Sergio Rubio

Personal information
- Full name: Sergio Rubio Ríos
- Date of birth: November 27, 1956 (age 69)
- Place of birth: San Juan Teotihuacán, State of Mexico, Mexico
- Position: Defender

Senior career*
- Years: Team / Apps / (Gls)
- 1977–1988: Cruz Azul / ? / (?)
- 1988–1990: Guadalajara / ? / (?)

Managerial career
- 2002–2003: Colibríes de Morelos
- 2004: Cruz Azul Oaxaca
- 2007: Atlético Celaya
- 2010–2011: Estudiantes de Altamira

Medal record
Representing Mexico
| Runner-up | FIFA U-20 World Cup | 1977 |

= Sergio Rubio =

Mexican footballer and manager (born 1956)

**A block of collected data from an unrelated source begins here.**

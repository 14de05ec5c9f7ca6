//! The solver's review of a run (`antinode_solver::post::warnings`) for the documents and
//! the terminal: the accuracy estimate and the warnings.

use antinode_solver::post::accuracy::AccuracyEstimate;
use antinode_solver::post::warnings::{RunReview, RunWarning};
use serde::Serialize;

/// Where the accuracy estimate comes from, for the documents.
pub const ACCURACY_BASIS: &str =
    "interpolated from the mesh-size study (box, loaded cavity and pillbox; order, \
    elements per local wavelength by mean edge length; README, Accuracy): an estimate for \
    well-shaped meshes and smooth fields, not a bound";

/// The run's expected frequency accuracy (`modes.json` `accuracy`).
#[derive(Clone, Debug, Serialize)]
pub struct AccuracyFigures {
    /// Smallest λ_local / mean edge length over the regions.
    pub elements_per_wavelength: f64,
    /// The region where that is ("air" or the load name).
    pub coarsest_region: String,
    /// Expected worst relative frequency error (null: no estimate for this order).
    pub expected_relative_error: Option<f64>,
    pub basis: &'static str,
}

/// One warning (`modes.json` `warnings[]`).
#[derive(Clone, Debug, Serialize)]
pub struct WarningDoc {
    pub kind: &'static str,
    pub message: String,
}

pub fn accuracy_figures(a: &AccuracyEstimate, region_names: &[String]) -> AccuracyFigures {
    AccuracyFigures {
        elements_per_wavelength: a.per_wavelength,
        coarsest_region: region_names
            .get(a.region)
            .cloned()
            .unwrap_or_else(|| format!("region {}", a.region)),
        expected_relative_error: a.relative_error,
        basis: ACCURACY_BASIS,
    }
}

pub fn warning_docs(review: &RunReview) -> Vec<WarningDoc> {
    review.warnings.iter().map(warning_doc).collect()
}

pub fn warning_doc(w: &RunWarning) -> WarningDoc {
    WarningDoc {
        kind: w.kind(),
        message: w.to_string(),
    }
}

/// Prints each warning on stderr, one `warning: …` line each.
pub fn print_warnings(warnings: &[WarningDoc]) {
    for w in warnings {
        eprintln!("warning: {}", w.message);
    }
}
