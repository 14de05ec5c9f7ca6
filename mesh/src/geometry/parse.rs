//! Reading a geometry file: TOML text → raw form → validated [`Geometry`], the cavity,
//! its walls and the ports.

use super::bounds::{self, MAX_LENGTH_MM, MIN_LENGTH_MM};
use super::context::{fmt_list, number, quoted_list, Ctx, Res};
use super::ports::{below_cutoff, ports_overlap};
use super::raw::*;
use super::validate::{overlap, tolerance};
use super::*;
use crate::error::{GeometryError, Item};
use crate::input::{read_text_limited, InputError, MAX_GEOMETRY_BYTES};
use crate::material::{self, MaterialKind, MaterialValues};
use std::path::Path;
use toml::Spanned;

/// The allowed range of a cavity length (mm).
const LENGTHS: [f64; 2] = [MIN_LENGTH_MM, MAX_LENGTH_MM];

impl Geometry {
    /// Reads and validates a geometry file (at most [`MAX_GEOMETRY_BYTES`], UTF-8 text).
    /// Relative paths inside it (mesh import) are
    /// resolved against the file's directory.
    pub fn from_file(path: impl AsRef<Path>) -> Result<Geometry, GeometryError> {
        let path = path.as_ref();
        let text = read_text_limited(path, MAX_GEOMETRY_BYTES).map_err(|e| match e {
            InputError::Io(source) => GeometryError::Io {
                path: path.to_path_buf(),
                source,
            },
            other => GeometryError::Input {
                path: path.to_path_buf(),
                source: other,
            },
        })?;
        Geometry::from_toml_str(&text, Some(path))
    }

    /// Parses and validates geometry text (format in the module docs). `source` names the
    /// file in error messages and anchors relative paths; `None` for text from elsewhere.
    pub fn from_toml_str(text: &str, source: Option<&Path>) -> Result<Geometry, GeometryError> {
        let cx = Ctx {
            text,
            file: source.map(Path::to_path_buf),
        };
        let raw: RawFile = match toml::from_str(text) {
            Ok(r) => r,
            Err(e) => return Err(cx.toml_error(&e)),
        };
        cx.build(raw)
    }
}
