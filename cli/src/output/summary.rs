//! Per-mode rows and the band summary shared by the table, JSON and CSV outputs.

use crate::units::C0;
use serde::Serialize;

/// Modes whose frequencies differ by at most this fraction count as one group.
pub const GROUP_TOLERANCE: f64 = 1e-4;

/// One row of the mode list.
#[derive(Clone, Debug, Serialize)]
pub struct ModeRow {
    pub index: usize,
    pub frequency_ghz: f64,
    pub delta_mhz: f64,
    pub residual: f64,
    pub divergence: f64,
    pub in_band: bool,
}

/// Weyl's-law estimate of the number of modes in a band.
#[derive(Clone, Debug, Serialize)]
pub struct WeylEstimate {
    /// Estimated number of modes between the band edges (smoothed count, not an integer).
    pub modes: f64,
    /// Which formula was used.
    pub formula: String,
    /// Volume entering the formula, m³.
    pub volume_m3: f64,
    pub source: String,
}

/// Summary of the modes inside the band.
#[derive(Clone, Debug, Serialize)]
pub struct BandSummary {
    pub band_ghz: [f64; 2],
    /// Where the band came from ("--band", "geometry file", or the ISM default).
    pub band_from: String,
    pub modes_in_band: usize,
    /// True when the solve searched far enough around the target that no mode inside
    /// the band can have been missed.
    pub complete: bool,
    pub weyl_estimate: WeylEstimate,
    pub distinct_frequencies: usize,
    pub group_tolerance_relative: f64,
    /// Mean spacing between adjacent distinct frequencies in the band, MHz (None with
    /// fewer than two).
    pub mean_spacing_mhz: Option<f64>,
}

/// Smoothed mode count below `f_hz` (Weyl's law).
///
/// N(f) ≈ 8πV f³/(3c³) for any cavity; for an empty box with sides a, b, c the
/// next terms give N(f) = 8πV f³/(3c³) − (a + b + c) f/c + 1/2. Source: Weyl's law
/// with its boundary terms, e.g. Balian & Bloch, Ann. Phys. 64 (1971) 271 (from memory).
/// With loads, V is the optical volume Σ V_i (ε′_i μr_i)^{3/2}, since the local density
/// of modes scales with the cube of the local refractive index.
pub fn weyl_count(f_hz: f64, volume_m3: f64, box_edges_m: Option<f64>) -> f64 {
    let lead = 8.0 * std::f64::consts::PI * volume_m3 * f_hz.powi(3) / (3.0 * C0.powi(3));
    match box_edges_m {
        Some(sum) => lead - sum * f_hz / C0 + 0.5,
        None => lead,
    }
}

/// Number of distinct frequencies (groups within [`GROUP_TOLERANCE`]) among sorted
/// frequencies, and the group frequencies (means of their members).
pub fn groups(sorted_hz: &[f64]) -> Vec<f64> {
    let mut out: Vec<(f64, usize)> = Vec::new();
    let mut last = f64::NAN;
    for &f in sorted_hz {
        match out.last_mut() {
            Some((sum, n)) if (f - last).abs() <= GROUP_TOLERANCE * last.abs() => {
                *sum += f;
                *n += 1;
            }
            _ => out.push((f, 1)),
        }
        last = f;
    }
    out.into_iter().map(|(s, n)| s / n as f64).collect()
}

Sergio Rubio Ríos (born 27 November 1956) is a Mexican football manager and former defender.

==Playing career==
Sergio Rubio made his debut on July 31, 1977 with Cruz Azul in a match against Unión de Curtidores, where Cruz Azul fell 2-1. With Cruz Azul he was a two-time champion in the 1978-1979 and 1979-1980 seasons.

==Management career==
Rubio has spent his coaching career in the Liga de Ascenso. He has coached Colibríes de Morelos, including a span in 2003 where he was fired mid-Clausura, re-hired two weeks later, and then fired once again three weeks after being re-hired. He also coached Cruz Azul Oaxaca who are now Cruz Azul Hidalgo, Atlético Celaya who are now Club Celaya, and as of 2011 was the manager at Estudiantes de Altamira.

==Personal life==
Rubio's sister María Eugenia played for the unofficial Mexico women's national football team in the 1970 and 1971 Women's World Cups, scoring the first goal in each tournament and a total of four across both. Her short stature earned her the nickname La Peque (the short one), and during his career Sergio was nicknamed El Peque.